### PROBLEM TO SOLVE
Gather all lines from the material that contain the word "middle".

### TASK INPUT

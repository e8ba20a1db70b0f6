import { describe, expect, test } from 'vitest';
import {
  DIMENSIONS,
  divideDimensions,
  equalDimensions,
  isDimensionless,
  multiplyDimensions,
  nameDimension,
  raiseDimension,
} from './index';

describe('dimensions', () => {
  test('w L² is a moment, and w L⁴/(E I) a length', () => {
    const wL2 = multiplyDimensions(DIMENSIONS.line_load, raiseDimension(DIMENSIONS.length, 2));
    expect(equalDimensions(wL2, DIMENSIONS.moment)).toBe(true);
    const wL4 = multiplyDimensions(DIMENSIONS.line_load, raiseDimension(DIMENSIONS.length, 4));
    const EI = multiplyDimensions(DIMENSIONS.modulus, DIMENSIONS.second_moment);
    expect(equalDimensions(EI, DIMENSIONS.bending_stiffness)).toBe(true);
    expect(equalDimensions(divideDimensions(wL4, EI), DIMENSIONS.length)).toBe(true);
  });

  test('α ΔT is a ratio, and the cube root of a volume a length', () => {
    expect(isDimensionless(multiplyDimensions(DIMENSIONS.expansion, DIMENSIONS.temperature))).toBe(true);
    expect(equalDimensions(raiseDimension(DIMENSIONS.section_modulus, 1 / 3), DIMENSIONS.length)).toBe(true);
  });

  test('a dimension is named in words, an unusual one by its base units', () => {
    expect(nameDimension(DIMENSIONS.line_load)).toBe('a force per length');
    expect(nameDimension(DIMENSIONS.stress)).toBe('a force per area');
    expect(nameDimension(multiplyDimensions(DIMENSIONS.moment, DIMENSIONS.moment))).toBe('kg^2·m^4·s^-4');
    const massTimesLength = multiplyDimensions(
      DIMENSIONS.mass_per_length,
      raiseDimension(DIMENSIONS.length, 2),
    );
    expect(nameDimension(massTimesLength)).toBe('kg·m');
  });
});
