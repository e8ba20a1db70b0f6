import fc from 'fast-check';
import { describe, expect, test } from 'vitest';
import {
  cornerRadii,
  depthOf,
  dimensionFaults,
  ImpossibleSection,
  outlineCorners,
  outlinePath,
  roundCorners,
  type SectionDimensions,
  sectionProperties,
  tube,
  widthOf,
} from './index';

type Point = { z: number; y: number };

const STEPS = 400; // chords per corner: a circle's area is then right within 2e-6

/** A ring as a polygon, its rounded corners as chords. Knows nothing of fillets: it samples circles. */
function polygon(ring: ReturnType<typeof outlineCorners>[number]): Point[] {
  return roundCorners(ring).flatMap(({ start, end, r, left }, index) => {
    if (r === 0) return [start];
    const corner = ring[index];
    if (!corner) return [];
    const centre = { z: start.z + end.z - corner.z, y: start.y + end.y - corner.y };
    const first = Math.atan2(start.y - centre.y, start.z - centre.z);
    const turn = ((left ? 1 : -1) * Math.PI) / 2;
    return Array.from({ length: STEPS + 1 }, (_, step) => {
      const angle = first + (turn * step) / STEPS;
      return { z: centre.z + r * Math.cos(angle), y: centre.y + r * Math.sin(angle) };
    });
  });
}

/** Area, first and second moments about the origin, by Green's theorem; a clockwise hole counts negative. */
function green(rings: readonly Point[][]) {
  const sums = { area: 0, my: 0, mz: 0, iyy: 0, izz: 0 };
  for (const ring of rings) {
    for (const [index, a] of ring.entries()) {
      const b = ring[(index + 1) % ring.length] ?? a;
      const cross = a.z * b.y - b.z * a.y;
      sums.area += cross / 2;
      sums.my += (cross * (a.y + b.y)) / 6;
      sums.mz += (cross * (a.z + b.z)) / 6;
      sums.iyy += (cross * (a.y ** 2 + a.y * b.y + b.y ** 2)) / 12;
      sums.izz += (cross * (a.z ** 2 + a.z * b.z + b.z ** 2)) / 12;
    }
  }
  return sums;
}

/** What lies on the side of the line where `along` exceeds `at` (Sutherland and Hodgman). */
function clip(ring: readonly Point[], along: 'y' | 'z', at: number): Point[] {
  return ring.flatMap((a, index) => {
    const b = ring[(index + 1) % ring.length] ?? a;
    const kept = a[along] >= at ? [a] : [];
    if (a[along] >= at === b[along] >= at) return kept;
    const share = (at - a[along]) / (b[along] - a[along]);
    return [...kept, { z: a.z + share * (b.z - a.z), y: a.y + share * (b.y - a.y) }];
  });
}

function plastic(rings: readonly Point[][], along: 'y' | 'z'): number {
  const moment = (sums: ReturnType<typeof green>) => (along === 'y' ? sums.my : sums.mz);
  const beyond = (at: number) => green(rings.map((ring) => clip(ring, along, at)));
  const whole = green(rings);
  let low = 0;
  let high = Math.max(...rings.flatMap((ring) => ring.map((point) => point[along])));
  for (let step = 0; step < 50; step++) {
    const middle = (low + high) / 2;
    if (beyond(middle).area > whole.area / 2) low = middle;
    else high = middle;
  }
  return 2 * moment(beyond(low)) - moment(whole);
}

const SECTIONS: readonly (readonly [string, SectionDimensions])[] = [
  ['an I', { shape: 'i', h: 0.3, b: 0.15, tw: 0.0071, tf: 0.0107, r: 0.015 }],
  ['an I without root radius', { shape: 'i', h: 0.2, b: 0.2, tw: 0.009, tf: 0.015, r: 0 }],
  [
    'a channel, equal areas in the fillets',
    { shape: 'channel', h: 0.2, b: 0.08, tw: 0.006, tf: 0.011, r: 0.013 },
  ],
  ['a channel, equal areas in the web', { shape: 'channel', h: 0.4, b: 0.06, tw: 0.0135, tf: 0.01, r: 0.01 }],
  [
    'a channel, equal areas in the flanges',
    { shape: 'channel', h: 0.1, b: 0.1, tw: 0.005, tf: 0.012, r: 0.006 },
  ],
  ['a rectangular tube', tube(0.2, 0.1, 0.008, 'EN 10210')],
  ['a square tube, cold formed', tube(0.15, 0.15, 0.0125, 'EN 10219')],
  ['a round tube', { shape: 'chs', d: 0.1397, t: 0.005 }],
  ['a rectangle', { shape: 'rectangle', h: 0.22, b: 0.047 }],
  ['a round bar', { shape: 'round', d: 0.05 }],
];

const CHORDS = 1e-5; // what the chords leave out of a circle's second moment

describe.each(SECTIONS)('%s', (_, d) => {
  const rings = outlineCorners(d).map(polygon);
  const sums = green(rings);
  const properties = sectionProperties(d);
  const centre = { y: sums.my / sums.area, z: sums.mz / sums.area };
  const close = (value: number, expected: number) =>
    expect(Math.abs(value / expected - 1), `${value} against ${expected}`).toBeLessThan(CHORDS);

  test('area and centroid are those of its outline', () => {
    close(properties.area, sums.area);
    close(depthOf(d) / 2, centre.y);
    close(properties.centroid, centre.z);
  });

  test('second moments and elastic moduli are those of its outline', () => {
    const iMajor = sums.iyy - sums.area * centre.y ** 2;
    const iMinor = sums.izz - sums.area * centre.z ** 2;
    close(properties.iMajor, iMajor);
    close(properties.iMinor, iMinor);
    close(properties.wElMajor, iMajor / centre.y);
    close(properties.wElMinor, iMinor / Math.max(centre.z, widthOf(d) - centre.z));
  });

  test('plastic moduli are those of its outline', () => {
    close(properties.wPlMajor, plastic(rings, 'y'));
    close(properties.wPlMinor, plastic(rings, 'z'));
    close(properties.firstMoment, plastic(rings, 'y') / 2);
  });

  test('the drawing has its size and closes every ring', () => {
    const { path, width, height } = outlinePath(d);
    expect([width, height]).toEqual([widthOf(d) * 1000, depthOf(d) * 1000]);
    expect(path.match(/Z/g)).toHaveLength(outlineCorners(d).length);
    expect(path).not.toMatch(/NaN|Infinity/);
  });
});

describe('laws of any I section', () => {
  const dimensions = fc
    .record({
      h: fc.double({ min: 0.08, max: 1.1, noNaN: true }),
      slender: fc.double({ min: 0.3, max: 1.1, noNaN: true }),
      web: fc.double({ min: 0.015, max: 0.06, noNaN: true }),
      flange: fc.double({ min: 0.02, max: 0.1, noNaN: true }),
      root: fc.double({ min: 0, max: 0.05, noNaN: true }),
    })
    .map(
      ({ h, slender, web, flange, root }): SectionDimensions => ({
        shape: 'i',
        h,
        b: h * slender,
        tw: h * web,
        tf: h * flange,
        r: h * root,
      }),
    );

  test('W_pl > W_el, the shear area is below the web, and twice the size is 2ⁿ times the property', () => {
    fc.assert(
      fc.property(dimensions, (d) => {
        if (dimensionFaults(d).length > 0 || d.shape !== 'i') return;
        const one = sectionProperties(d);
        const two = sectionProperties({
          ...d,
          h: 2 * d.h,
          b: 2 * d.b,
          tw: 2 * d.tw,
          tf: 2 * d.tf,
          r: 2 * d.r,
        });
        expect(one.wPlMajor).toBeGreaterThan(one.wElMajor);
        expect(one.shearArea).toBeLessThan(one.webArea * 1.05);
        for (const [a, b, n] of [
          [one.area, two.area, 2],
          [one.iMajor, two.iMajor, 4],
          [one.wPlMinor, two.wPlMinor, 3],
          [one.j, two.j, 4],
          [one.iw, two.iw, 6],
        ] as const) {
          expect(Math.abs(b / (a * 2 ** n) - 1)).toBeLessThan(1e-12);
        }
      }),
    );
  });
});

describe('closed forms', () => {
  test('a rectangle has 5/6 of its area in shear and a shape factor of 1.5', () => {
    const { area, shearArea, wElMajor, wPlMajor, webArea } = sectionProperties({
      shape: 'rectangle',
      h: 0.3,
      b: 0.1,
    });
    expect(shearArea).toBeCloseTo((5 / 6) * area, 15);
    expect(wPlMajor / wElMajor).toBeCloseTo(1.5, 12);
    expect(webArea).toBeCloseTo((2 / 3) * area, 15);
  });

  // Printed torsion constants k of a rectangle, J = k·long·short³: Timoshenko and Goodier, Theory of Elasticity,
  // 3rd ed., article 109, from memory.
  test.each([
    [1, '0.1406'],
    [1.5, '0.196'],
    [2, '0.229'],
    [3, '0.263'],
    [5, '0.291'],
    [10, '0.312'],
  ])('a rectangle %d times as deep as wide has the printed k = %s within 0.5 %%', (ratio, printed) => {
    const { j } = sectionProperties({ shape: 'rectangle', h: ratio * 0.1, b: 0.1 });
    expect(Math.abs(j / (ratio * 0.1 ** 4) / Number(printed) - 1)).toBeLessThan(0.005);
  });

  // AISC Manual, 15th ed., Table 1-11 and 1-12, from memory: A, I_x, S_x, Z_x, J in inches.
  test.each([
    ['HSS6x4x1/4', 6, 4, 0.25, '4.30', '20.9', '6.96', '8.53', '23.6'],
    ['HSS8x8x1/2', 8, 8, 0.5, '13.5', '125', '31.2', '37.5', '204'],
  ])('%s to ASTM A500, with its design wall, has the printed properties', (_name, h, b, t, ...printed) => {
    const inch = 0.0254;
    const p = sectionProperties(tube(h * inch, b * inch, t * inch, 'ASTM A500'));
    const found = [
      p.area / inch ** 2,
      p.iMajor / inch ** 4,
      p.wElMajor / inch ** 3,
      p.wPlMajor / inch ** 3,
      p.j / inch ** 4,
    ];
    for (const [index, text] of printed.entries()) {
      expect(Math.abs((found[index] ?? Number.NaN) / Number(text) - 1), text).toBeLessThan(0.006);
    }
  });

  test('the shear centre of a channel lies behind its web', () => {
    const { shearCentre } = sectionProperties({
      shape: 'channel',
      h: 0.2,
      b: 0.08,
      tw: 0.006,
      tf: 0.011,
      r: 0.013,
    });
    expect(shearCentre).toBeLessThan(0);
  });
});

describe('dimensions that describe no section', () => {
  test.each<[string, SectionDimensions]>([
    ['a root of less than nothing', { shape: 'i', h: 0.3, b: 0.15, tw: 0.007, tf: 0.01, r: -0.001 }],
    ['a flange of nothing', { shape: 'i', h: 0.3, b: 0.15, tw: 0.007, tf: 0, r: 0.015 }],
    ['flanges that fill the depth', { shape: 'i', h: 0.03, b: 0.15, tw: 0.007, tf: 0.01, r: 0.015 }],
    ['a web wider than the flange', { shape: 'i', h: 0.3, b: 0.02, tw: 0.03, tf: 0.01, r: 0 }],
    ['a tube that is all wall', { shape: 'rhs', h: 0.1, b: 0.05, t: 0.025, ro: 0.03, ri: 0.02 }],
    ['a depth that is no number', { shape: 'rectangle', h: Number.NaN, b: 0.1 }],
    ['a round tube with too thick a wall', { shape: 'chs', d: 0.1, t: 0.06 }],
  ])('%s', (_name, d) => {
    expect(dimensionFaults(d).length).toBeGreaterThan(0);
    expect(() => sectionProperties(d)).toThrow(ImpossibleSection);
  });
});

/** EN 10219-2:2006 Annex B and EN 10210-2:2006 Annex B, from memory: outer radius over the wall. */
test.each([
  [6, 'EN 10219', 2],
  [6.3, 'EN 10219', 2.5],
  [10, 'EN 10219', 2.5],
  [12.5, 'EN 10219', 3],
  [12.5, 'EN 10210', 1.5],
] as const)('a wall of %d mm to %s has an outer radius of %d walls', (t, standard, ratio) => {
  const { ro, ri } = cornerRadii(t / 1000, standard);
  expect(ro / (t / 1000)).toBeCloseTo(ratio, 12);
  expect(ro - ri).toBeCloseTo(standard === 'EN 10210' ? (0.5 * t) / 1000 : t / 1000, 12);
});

### SOLUTION FOR THIS EXERCISE
    const middle = (low + high) / 2;
    if (beyond(middle).area > whole.area / 2) low = middle;
    else high = middle;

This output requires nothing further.